BEGIN DATA EXCERPTS

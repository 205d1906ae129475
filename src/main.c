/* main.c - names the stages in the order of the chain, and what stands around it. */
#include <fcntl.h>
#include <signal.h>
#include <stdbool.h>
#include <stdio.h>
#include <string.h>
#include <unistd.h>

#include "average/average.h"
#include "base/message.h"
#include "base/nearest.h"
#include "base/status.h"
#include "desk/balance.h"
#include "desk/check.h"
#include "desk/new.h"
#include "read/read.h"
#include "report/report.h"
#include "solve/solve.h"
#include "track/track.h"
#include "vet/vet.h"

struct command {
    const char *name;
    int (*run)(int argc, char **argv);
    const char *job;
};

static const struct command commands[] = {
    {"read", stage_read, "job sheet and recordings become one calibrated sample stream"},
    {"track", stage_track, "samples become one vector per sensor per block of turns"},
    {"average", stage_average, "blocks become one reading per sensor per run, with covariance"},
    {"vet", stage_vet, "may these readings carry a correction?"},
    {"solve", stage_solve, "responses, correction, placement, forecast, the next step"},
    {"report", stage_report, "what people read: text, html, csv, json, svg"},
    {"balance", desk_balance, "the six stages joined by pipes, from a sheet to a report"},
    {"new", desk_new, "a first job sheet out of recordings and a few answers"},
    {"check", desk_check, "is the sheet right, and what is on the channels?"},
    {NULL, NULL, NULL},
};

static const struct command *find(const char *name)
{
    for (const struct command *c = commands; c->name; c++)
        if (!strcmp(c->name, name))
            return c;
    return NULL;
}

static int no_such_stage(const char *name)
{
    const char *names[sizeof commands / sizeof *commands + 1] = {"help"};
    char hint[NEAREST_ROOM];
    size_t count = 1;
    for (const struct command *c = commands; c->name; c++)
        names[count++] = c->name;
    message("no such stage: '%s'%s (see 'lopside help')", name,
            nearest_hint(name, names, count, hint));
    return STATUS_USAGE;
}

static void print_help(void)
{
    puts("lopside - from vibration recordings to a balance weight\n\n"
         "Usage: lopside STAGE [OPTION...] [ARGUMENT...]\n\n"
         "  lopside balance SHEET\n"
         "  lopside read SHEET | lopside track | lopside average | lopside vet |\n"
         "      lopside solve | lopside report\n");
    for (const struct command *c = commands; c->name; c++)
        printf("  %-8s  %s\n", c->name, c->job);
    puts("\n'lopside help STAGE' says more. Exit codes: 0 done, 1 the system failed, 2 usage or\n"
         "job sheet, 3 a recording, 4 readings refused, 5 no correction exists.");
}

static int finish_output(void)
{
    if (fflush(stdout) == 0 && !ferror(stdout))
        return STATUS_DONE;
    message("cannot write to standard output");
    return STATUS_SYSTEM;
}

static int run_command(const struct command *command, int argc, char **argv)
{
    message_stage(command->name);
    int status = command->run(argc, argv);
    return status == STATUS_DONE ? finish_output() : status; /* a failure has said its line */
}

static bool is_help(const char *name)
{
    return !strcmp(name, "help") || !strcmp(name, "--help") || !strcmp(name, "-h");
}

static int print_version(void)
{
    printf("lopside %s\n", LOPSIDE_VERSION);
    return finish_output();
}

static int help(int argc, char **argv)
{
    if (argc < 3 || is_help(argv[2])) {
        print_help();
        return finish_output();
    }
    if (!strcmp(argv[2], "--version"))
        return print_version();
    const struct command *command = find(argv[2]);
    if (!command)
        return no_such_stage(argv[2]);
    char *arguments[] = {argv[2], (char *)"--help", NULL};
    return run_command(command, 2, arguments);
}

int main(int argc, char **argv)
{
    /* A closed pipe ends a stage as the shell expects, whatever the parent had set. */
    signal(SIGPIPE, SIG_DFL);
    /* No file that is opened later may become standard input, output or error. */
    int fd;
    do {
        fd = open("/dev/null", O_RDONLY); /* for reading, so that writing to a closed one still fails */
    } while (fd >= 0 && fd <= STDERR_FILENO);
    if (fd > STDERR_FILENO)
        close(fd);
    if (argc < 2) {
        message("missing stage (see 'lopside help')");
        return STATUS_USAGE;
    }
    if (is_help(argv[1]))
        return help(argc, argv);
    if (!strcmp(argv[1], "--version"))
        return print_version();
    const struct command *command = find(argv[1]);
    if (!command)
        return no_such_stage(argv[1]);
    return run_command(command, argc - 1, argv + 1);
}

END DATA EXCERPTS
BEGIN DATA EXCERPTS

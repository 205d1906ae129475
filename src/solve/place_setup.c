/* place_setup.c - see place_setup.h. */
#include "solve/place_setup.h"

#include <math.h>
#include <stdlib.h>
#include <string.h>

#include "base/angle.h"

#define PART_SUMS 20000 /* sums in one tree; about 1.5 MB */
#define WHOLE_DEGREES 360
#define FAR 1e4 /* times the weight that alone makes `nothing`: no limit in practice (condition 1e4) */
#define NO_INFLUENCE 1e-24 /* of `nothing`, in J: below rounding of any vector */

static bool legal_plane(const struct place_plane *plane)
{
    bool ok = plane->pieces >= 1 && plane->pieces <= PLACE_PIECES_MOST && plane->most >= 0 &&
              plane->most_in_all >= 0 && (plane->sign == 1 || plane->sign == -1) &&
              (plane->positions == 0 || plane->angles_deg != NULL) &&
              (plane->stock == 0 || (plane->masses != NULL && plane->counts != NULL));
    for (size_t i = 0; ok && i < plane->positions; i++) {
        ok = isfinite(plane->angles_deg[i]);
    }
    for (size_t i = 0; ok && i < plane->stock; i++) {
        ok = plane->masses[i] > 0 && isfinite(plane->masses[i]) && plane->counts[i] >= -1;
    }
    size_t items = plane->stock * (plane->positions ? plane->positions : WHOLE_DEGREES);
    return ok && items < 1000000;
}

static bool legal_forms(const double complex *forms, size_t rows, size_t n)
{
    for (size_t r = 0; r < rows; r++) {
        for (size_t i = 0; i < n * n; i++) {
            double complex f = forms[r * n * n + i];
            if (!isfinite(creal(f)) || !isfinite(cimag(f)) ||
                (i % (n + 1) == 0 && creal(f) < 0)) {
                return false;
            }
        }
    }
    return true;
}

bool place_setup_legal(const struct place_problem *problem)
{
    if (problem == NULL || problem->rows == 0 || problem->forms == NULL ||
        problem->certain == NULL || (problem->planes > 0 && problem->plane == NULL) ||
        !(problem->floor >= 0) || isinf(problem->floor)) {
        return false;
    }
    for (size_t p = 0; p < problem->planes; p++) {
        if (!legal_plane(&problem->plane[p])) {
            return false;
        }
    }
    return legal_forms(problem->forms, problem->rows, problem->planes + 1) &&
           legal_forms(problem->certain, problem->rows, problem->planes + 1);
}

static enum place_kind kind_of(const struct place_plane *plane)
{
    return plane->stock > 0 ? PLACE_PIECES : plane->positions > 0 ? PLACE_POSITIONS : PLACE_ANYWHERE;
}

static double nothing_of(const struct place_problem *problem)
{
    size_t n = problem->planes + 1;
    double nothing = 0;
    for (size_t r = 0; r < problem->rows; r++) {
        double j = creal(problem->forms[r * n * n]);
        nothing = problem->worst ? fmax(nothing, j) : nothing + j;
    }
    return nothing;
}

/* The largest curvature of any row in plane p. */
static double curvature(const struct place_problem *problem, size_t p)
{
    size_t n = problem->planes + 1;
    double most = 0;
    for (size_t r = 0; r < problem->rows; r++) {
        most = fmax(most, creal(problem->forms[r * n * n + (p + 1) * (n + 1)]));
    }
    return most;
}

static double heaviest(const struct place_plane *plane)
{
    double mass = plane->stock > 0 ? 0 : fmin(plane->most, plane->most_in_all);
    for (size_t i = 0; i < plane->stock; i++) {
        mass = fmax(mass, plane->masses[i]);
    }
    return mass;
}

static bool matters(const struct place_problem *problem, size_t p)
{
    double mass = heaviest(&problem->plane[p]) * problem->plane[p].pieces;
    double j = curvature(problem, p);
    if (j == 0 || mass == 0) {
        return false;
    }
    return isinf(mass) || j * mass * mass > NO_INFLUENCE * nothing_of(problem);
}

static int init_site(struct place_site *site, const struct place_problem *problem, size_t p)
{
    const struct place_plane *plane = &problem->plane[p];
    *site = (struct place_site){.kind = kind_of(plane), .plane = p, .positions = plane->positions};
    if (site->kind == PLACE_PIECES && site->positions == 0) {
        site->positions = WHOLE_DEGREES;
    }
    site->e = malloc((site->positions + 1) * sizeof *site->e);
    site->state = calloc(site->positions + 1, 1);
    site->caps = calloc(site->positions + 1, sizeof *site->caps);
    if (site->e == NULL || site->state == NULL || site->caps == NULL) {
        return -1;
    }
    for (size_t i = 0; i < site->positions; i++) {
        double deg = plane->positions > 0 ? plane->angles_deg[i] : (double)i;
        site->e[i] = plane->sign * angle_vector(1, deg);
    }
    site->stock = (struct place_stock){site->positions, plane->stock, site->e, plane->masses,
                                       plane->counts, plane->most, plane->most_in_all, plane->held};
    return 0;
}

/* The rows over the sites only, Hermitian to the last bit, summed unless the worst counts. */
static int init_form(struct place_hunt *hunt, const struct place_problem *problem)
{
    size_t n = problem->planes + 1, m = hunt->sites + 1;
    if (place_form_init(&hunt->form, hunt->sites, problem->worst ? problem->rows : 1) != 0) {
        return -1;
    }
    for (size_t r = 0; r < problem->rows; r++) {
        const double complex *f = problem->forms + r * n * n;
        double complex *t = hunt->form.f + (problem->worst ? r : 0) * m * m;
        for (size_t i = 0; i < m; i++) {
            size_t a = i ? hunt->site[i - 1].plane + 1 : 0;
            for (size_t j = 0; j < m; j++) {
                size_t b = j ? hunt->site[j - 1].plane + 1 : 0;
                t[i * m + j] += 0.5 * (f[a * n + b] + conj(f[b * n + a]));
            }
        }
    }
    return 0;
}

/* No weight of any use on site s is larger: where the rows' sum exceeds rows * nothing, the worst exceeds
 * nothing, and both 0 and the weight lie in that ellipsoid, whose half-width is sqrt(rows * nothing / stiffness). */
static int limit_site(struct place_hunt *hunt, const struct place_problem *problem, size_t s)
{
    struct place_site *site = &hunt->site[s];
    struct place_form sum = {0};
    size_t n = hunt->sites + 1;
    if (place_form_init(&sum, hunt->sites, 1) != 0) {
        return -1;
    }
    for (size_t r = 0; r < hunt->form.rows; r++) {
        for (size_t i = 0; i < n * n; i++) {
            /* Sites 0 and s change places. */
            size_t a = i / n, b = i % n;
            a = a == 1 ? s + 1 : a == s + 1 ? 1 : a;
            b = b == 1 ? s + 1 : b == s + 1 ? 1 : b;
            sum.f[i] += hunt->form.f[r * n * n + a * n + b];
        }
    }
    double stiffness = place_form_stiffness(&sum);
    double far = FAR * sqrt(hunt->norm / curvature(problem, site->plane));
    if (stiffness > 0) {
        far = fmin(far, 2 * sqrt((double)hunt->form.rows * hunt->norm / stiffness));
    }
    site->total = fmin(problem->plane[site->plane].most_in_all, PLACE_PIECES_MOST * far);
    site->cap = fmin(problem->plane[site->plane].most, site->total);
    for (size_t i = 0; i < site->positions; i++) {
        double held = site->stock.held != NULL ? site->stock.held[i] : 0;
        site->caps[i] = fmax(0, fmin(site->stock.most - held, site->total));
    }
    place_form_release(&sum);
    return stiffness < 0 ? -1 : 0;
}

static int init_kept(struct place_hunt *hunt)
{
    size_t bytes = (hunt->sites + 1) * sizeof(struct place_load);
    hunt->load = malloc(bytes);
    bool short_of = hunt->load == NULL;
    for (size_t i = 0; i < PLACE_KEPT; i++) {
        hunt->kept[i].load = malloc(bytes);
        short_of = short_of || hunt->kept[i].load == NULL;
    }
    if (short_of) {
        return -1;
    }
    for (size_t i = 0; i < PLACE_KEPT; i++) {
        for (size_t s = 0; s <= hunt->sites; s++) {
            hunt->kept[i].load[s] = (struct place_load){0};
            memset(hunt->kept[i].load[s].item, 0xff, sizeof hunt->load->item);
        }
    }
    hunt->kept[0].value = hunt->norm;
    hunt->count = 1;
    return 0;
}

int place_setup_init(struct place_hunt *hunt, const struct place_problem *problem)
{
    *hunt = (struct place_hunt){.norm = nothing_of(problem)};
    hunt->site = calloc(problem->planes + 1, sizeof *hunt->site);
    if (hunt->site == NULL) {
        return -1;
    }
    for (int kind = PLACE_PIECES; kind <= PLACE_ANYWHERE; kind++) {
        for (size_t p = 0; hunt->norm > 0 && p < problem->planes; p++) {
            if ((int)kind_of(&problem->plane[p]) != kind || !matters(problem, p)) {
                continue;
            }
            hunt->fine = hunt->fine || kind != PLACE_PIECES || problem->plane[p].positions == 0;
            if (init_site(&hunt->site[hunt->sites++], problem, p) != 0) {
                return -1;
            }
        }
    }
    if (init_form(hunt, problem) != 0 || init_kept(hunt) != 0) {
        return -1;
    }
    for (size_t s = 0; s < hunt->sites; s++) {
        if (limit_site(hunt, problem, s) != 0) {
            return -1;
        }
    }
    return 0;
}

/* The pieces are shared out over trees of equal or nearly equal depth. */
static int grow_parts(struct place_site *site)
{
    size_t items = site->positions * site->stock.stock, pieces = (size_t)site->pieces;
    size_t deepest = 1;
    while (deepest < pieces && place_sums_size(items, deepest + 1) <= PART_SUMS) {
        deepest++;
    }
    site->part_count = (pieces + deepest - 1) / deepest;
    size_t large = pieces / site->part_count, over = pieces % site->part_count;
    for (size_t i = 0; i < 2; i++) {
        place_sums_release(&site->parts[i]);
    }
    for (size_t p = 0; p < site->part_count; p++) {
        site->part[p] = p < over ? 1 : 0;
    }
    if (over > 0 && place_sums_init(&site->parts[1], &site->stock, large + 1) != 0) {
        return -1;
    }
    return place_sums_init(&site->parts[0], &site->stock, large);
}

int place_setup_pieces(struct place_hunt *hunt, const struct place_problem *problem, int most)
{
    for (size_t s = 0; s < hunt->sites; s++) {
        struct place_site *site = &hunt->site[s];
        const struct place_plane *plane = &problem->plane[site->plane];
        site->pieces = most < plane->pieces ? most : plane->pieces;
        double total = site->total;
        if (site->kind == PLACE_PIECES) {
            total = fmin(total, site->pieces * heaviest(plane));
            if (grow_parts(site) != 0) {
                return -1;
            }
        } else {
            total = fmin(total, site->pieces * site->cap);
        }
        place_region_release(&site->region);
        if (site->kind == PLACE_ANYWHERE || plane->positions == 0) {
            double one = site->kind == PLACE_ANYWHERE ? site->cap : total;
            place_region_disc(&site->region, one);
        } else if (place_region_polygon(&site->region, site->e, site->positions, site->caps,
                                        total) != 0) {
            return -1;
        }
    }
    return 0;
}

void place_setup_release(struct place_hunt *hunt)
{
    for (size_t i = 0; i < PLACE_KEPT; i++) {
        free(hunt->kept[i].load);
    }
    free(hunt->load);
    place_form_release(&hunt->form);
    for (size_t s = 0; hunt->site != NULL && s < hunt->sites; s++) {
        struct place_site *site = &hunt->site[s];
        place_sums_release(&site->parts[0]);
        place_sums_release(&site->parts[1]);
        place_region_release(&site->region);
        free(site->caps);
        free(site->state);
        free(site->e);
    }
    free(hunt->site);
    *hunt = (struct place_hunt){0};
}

END DATA EXCERPTS

§ **TO DO**
State how many lines of the listing hold the string "norm"; reply with the number and nothing else.

§ **WRITTEN SOLUTION**
5